YOUR INSTRUCTIONS – Read the data, and whenever a line holds the word "undefined", report that line.

Collected data entries –
◆ ◆ ◆ ◆
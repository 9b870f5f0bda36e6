import { batchLimit, type SyncAnswer, type SyncResult } from '#shared/contracts/counts.ts'
import { problem } from '#shared/contracts/problems.ts'
import { fold } from '#shared/ledger/fold.ts'
import { operationFlags } from '#shared/ledger/flags.ts'
import { operationRows } from '#shared/ledger/operation-rows.ts'
import { audit } from '../audit/audit.service.ts'
import type { Clock } from '../clock.ts'
import type { Db, Tx } from '../db/client.ts'
import { duplicateKey, isDuplicate, isRetryable, isUnreachable } from '../db/errors.ts'
import { inTransaction } from '../db/transaction.ts'
import type { Actor } from '../http/context.ts'
import { illFormedAt, wellFormed } from '../http/well-formed.ts'
import { observeEntry } from '../replenishment/lead-times.service.ts'
import { payloadHash } from './canonical.ts'
import {
  closeQuarantine,
  closeRecounts,
  findOperation,
  insertMovements,
  insertOperations,
  insertQuarantine,
  insertRecount,
  listLedger,
  lockLevels,
  seenDevice,
  type LevelRow,
  type NewMovement,
} from './counts.repository.ts'
import { toLedgerRow, refold, touchBins } from './levels.service.ts'
import { judge, readOperation, type End, type Judged } from './judge.ts'
import { NotYet, Refusal } from './refusal.ts'

interface Batch {
  deviceId: string
  userId: string
  appVersion: string
  items: unknown[]
}

/** Takes in a batch, each entry in a transaction of its own; answers after all of them are committed. */
export async function syncOperations(db: Db, clock: Clock, actor: Actor, batch: Batch): Promise<SyncAnswer> {
  if (batch.items.length > batchLimit) throw problem('batch-too-large')
  if (Number(batch.userId) !== actor.id) throw problem('owner-mismatch')
  await seenDevice(db, batch.deviceId, batch.appVersion, clock.now())
  const results: SyncResult[] = []
  for (const item of batch.items) results.push(await takeIn(db, clock, actor, batch, item))
  return { serverTime: clock.now().toISOString(), authzVersion: actor.authzVersion, results }
}

/** One entry → one result; nothing that goes wrong with it touches its neighbours. */
async function takeIn(db: Db, clock: Clock, actor: Actor, batch: Batch, sent: unknown): Promise<SyncResult> {
  const item = isRecord(sent) ? sent : { entry: sent }
  const opId = typeof item.opId === 'string' ? item.opId.toWellFormed().slice(0, 64) : ''
  const entry = { opId, hash: payloadHash(item), item }
  const now = clock.now()
  try {
    try {
      return await decide(db, now, actor, batch, entry)
    } catch (error) {
      if (!(error instanceof Refusal)) throw error
      return await refuse(db, now, actor, batch, entry, error)
    }
  } catch (error) {
    return notTaken(opId, error)
  }
}

const isRecord = (value: unknown): value is Record<string, unknown> =>
  typeof value === 'object' && value !== null && !Array.isArray(value)

/** What was not taken in stays on the phone. One entry's fault never becomes its neighbours'. */
function notTaken(opId: string, error: unknown): SyncResult {
  if (error instanceof NotYet) return { opId, status: 'retry', code: error.code, message: error.message }
  const again = 'It stays on the phone and is sent again by itself.'
  if (isRetryable(error)) return { opId, status: 'retry', code: 'busy', message: `The record is busy. ${again}` }
  // Without a database nothing of the batch can be taken in: the whole call says so.
  if (isUnreachable(error)) throw error
  process.stderr.write(
    `Entry ${opId} could not be taken in: ${error instanceof Error ? error.message : String(error)}\n`,
  )
  return { opId, status: 'retry', code: 'internal', message: `The record could not take this in. ${again}` }
}

interface Entry {
  opId: string
  hash: string
  item: Record<string, unknown>
}

async function decide(db: Db, now: Date, actor: Actor, batch: Batch, entry: Entry): Promise<SyncResult> {
  const known = entry.opId ? await findOperation(db, entry.opId) : null
  if (known) return repeated(known, entry.hash, actor)
  if (illFormedAt(entry.item) !== null) {
    throw new Refusal('invalid-operation', 'A text holds a broken character: type it anew.', true)
  }
  const operation = readOperation(entry.item)
  try {
    const { flags } = await inTransaction(db, async (tx) =>
      record(tx, now, actor, batch, await judge(tx, actor, operation, now), entry),
    )
    const conflict = flags.some((f) => f !== 'clock-suspect')
    const status = conflict ? 'accepted_with_conflict' : 'accepted'
    return { opId: entry.opId, status, ...(flags.length ? { flags } : {}) }
  } catch (error) {
    // Two requests carried the same entry at once: the other one wrote it.
    const same = isDuplicate(error) && duplicateKey(error).includes('operations_op')
    const other = same ? await findOperation(db, entry.opId) : null
    if (!other) throw error
    return repeated(other, entry.hash, actor)
  }
}

interface KnownOperation {
  opId: string
  payloadHash: string
  userId: number
  flags: string[]
}

/** The same entry again is a duplicate; another entry under its number is refused. @throws {Refusal} key-reuse */
function repeated(known: KnownOperation, hash: string, actor: Actor): SyncResult {
  if (known.payloadHash !== hash || known.userId !== actor.id) {
    throw new Refusal('key-reuse', 'Another entry has this number already.', false)
  }
  return { opId: known.opId, status: 'duplicate', ...(known.flags.length ? { flags: known.flags } : {}) }
}

async function refuse(
  db: Db,
  now: Date,
  actor: Actor,
  batch: Batch,
  entry: Entry,
  refusal: Refusal,
): Promise<SyncResult> {
  await insertQuarantine(db, {
    opId: entry.opId || entry.hash.slice(0, 36),
    payloadHash: entry.hash,
    payload: wellFormed(entry.item),
    userId: actor.id,
    deviceId: batch.deviceId,
    code: refusal.code,
    message: refusal.message,
    receivedAt: now,
  })
  return {
    opId: entry.opId,
    status: 'rejected',
    code: refusal.code,
    message: refusal.message,
    fixable: refusal.fixable,
  }
}

/** Writes one judged entry: lock, insert, fold, audit, version, job. */
async function record(
  tx: Tx,
  now: Date,
  actor: Actor,
  batch: { deviceId: string; appVersion: string },
  judged: Judged,
  received: Entry,
): Promise<{ flags: string[] }> {
  const { operation } = judged
  const ends = judged.other ? [judged.end, judged.other] : [judged.end]
  const [level] = (
    await lockLevels(
      tx,
      ends.map((e) => e.binId),
    )
  ).filter((l) => l.binId === judged.end.binId)
  checkRelease(operation, level)
  const rows = movementRows(judged, { now, userId: actor.id, deviceId: batch.deviceId })
  const flags = [...judged.flags, ...(await flagsWith(tx, judged.end, rows))]
  for (const row of rows) row.flags = flags
  await insertOperations(tx, [
    {
      opId: operation.opId,
      payloadHash: received.hash,
      type: operation.type,
      version: operation.v,
      payload: received.item,
      binId: judged.end.binId,
      userId: actor.id,
      deviceId: batch.deviceId,
      localSeq: operation.localSeq,
      appVersion: batch.appVersion,
      receivedAt: now,
      effectiveAt: judged.effectiveAt,
      flags,
    },
  ])
  await insertMovements(tx, rows)
  for (const end of ends) await refold(tx, now, end.binId)
  await observeEntry(tx, operation)
  await settle(tx, now, judged, flags)
  await closeQuarantine(tx, operation.opId, now)
  if (judged.attention) await openAttentionFor(tx, now, actor, batch, judged.attention, received)
  await audit(tx, {
    at: now,
    userId: actor.id,
    action: operation.type,
    subject: 'bin',
    subjectId: judged.end.binId,
    after: { opId: operation.opId },
  })
  await touchBins(
    tx,
    now,
    ends.map((e) => e.binId),
    'count',
  )
  return { flags }
}

/** Taken in, and a person of that ward has to look at the rest. */
async function openAttentionFor(
  tx: Tx,
  now: Date,
  actor: Actor,
  batch: { deviceId: string },
  message: string,
  received: Entry,
): Promise<void> {
  await insertQuarantine(tx, {
    opId: received.opId,
    payloadHash: received.hash,
    payload: received.item,
    userId: actor.id,
    deviceId: batch.deviceId,
    code: 'no-place-there',
    message,
    receivedAt: now,
  })
}

/** Only what is held can be given back. */
function checkRelease(operation: Judged['operation'], level: LevelRow | undefined): void {
  if (operation.type !== 'release' || operation.quantity <= (level?.held ?? 0)) return
  throw new Refusal('invalid-operation', `quantity: only ${level?.held ?? 0} are held here`, true)
}

async function settle(tx: Tx, now: Date, judged: Judged, flags: string[]): Promise<void> {
  if (judged.operation.type !== 'count') return
  await closeRecounts(tx, judged.end.binId, judged.operation.opId, now)
  if (!flags.includes('count-differs')) return
  await insertRecount(tx, {
    binId: judged.end.binId,
    opId: judged.operation.opId,
    cause: 'count-differs',
    createdAt: now,
  })
}

/** Ledger rows of a judged entry. */
export function movementRows(judged: Judged, by: { now: Date; userId: number; deviceId: string }): NewMovement[] {
  const { operation } = judged
  const rows = operationRows(operation, judged.targetEnds).filter((row) => row.end === 'bin' || judged.other !== null)
  return rows.map((row) => {
    const end = row.end === 'bin' ? judged.end : (judged.other ?? judged.end)
    return {
      opId: operation.opId,
      part: row.part,
      binId: end.binId,
      assignmentId: end.assignmentId,
      itemId: end.itemId,
      roomId: end.roomId,
      type: row.type,
      quantity: row.quantity,
      effectiveAt: judged.effectiveAt,
      statedAt: judged.statedAt,
      recordedAt: by.now,
      userId: by.userId,
      deviceId: by.deviceId,
      localSeq: operation.localSeq,
      reason: 'reason' in operation ? (operation.reason ?? null) : null,
      targetOpId: 'targetOpId' in operation ? operation.targetOpId : null,
      orderLineId:
        'orderLineId' in operation && operation.orderLineId !== undefined ? Number(operation.orderLineId) : null,
      lot: 'lot' in operation ? (operation.lot ?? null) : null,
      expiry: 'expiry' in operation ? (operation.expiry ?? null) : null,
      flags: judged.flags,
    }
  })
}

async function flagsWith(tx: Tx, end: End, added: NewMovement[]): Promise<string[]> {
  const before = await listLedger(tx, end.binId, end.assignmentId)
  const mine = added.filter((r) => r.binId === end.binId && r.assignmentId === end.assignmentId)
  const rows = [
    ...before.map(toLedgerRow),
    ...mine.map((r) => toLedgerRow({ ...r, targetOpId: r.targetOpId ?? null, flags: [] })),
  ]
  return operationFlags(fold(rows), added[0]?.opId ?? '', end.packSize)
}
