import { randomBytes } from 'node:crypto'
import { fileURLToPath } from 'node:url'
import mysql from 'mysql2/promise'
import { openDatabase, type Database } from '#server/db/client.ts'
import { migrateDatabase } from '#server/db/migrate.ts'

export interface TestDatabase extends Database {
  /** As the running server: only the rights it was granted. */
  url: string
  ownerUrl: string
  drop(): Promise<void>
}

const migrations = fileURLToPath(new URL('../../drizzle', import.meta.url))

/** A database of its own for one suite, migrated, opened with the rights of the running server. */
export async function createTestDatabase(): Promise<TestDatabase> {
  const admin = process.env.TEST_DATABASE_URL
  if (!admin) throw new Error('no test database: run npm test')
  const name = `t_${randomBytes(6).toString('hex')}`
  const password = randomBytes(12).toString('hex')
  const connection = await mysql.createConnection({ uri: admin })
  await connection.query(`CREATE DATABASE ${name} CHARACTER SET utf8mb4 COLLATE utf8mb4_unicode_520_ci`)
  await connection.query(`CREATE USER '${name}'@'127.0.0.1' IDENTIFIED BY '${password}'`)
  const ownerUrl = admin.replace(/\/[^/]*$/, `/${name}`)
  const url = ownerUrl.replace(/\/\/[^@]*@/, `//${name}:${password}@`)
  await migrateDatabase({ adminUrl: ownerUrl, appUrl: url, folder: migrations })
  const database = openDatabase(url, 8)
  return {
    ...database,
    url,
    ownerUrl,
    async drop() {
      await database.close()
      await connection.query(`DROP DATABASE ${name}`)
      await connection.query(`DROP USER '${name}'@'127.0.0.1'`)
      await connection.end()
    },
  }
}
◆ ◆ ◆ ◆
RESPONSE –
function checkRelease(operation: Judged['operation'], level: LevelRow | undefined): void {
        'orderLineId' in operation && operation.orderLineId !== undefined ? Number(operation.orderLineId) : null,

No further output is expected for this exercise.